As in the work of Jorge Luis Borges, this is writing
about writing, perched on the fine line between commentary and
invention.

It's rare that literary history so closely
mirrors social history, but the conflict of literary generations I've
described here is part of a larger pattern. It's no news that America
has experienced a revival of ethnicity, or that the world has been
rocked by waves of resurgent nationalism. With their longstanding
commitment to the universalism of the Enlightenment, to which they
owed their emancipation, Jews have been ambivalent about
participating in this process. Jewish life in America has become far
more assimilated, but younger Jewish writers have both taken
advantage of this and sharply criticized it.
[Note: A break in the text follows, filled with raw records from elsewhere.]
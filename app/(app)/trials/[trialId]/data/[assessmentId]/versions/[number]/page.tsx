import type { Metadata } from "next";
import { notFound } from "next/navigation";
import { TrialHeading } from "@/components/trials/TrialHeading";
import { findAssessment } from "@/lib/data/assessments";
import { versionAuditOf } from "@/lib/data/audit";
import { changesIn, versionsOf, type VersionRow } from "@/lib/data/observations";
import { trialForPage } from "@/lib/trials/page-access";
import { uuidSchema } from "@/lib/validations/common";

export const metadata: Metadata = { title: "What changed" };
export const dynamic = "force-dynamic";

const show = (value: number | null) => (value === null ? "—" : String(value));

/** A version row says upload or manual; the audit event also knows versions no person keyed, such as the demo's. */
function sourceText(version: VersionRow, auditSource: string | undefined): string {
  if (version.source === "upload") return `Upload of ${version.fileName ?? "a file"}`;
  if (auditSource === "demo seed") return "Demo seed";
  return "Per-plot entry";
}

export default async function VersionChangesPage({ params }: { params: Promise<{ trialId: string; assessmentId: string; number: string }> }) {
  const { trialId, assessmentId, number } = await params;
  const { trial } = await trialForPage(trialId);
  if (!uuidSchema.safeParse(assessmentId).success || !/^\d{1,6}$/.test(number)) notFound();
  const assessment = await findAssessment(trial.id, assessmentId);
  if (!assessment) notFound();
  const version = (await versionsOf(assessment.id)).find((entry) => entry.number === Number(number));
  if (!version) notFound();
  const [changes, audit] = await Promise.all([changesIn(version.id), versionAuditOf(trial.id, assessment.id, version.number)]);
  return (
    <section>
      <TrialHeading
        title={`Version ${version.number}: what changed`}
        status={trial.status}
        back={{ href: `/trials/${trial.id}/data/${assessment.id}`, label: assessment.name }}
        lines={[
          `${sourceText(version, audit?.source)} by ${version.createdBy}, ${version.createdAt.toISOString().slice(0, 16).replace("T", " ")} UTC`,
          ...(audit?.afterLock ? ["Made after the trial was locked"] : []),
          ...(version.reason ? [`Reason given: ${version.reason}`] : []),
        ]}
      />
      <p className="mb-3 text-sm text-soil-700">
        {changes.length === 0
          ? "This version changed no values against the one before it."
          : `${changes.length} value${changes.length === 1 ? "" : "s"} differ from the version before; unchanged values are not listed.`}
      </p>
      {changes.length > 0 && (
        <div className="overflow-x-auto rounded border border-soil-200 bg-white">
          <table className="w-full text-sm" data-testid="changes">
            <thead className="bg-soil-100 text-left text-soil-700">
              <tr>
                <th className="px-3 py-2">Plot</th>
                <th className="px-3 py-2">Quadrat</th>
                <th className="px-3 py-2">Species</th>
                <th className="px-3 py-2 text-right">Before</th>
                <th className="px-3 py-2 text-right">After</th>
              </tr>
            </thead>
            <tbody>
              {changes.map((change) => (
                <tr key={`${change.plotNumber}-${change.quadrat}-${change.species}`} className="border-t border-soil-100">
                  <td className="px-3 py-1.5">{change.plotNumber}</td>
                  <td className="px-3 py-1.5">{change.quadrat}</td>
                  <td className="px-3 py-1.5">{change.species || "–"}</td>
                  <td className="px-3 py-1.5 text-right tabular-nums">{show(change.before)}</td>
                  <td className="px-3 py-1.5 text-right tabular-nums">{show(change.after)}</td>
                </tr>
              ))}
            </tbody>
          </table>
        </div>
      )}
    </section>
  );
}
They have turned to
Israel, to feminism, to the Holocaust, to earlier Jewish history and
to their own varied spiritual itineraries, ranging from neo-Orthodoxy
and mysticism to Eastern religion, as a way of redefining their
relation to both Jewish tradition and contemporary culture. If they
have lost the old connection to Europe, to Yiddish or to immigrant
life, they have begun to substitute their own distinctive Jewish and
American experiences. They are not simply living on the inherited
capital of past literary generations. The new writing so far may lack
the power of a Malamud, a Bellow or a Grace Paley, but it is
certainly not enervated by the bland, assimilated aspects of Jewish
life. Jewish writers have quarreled with one another and with
themselves, but these have been family quarrels, not holy wars.
Whatever tension this creates, it certainly gives no sign that they
are about to give up the ghost, especially now that the ghost, the
past, has taken on new flesh and blood.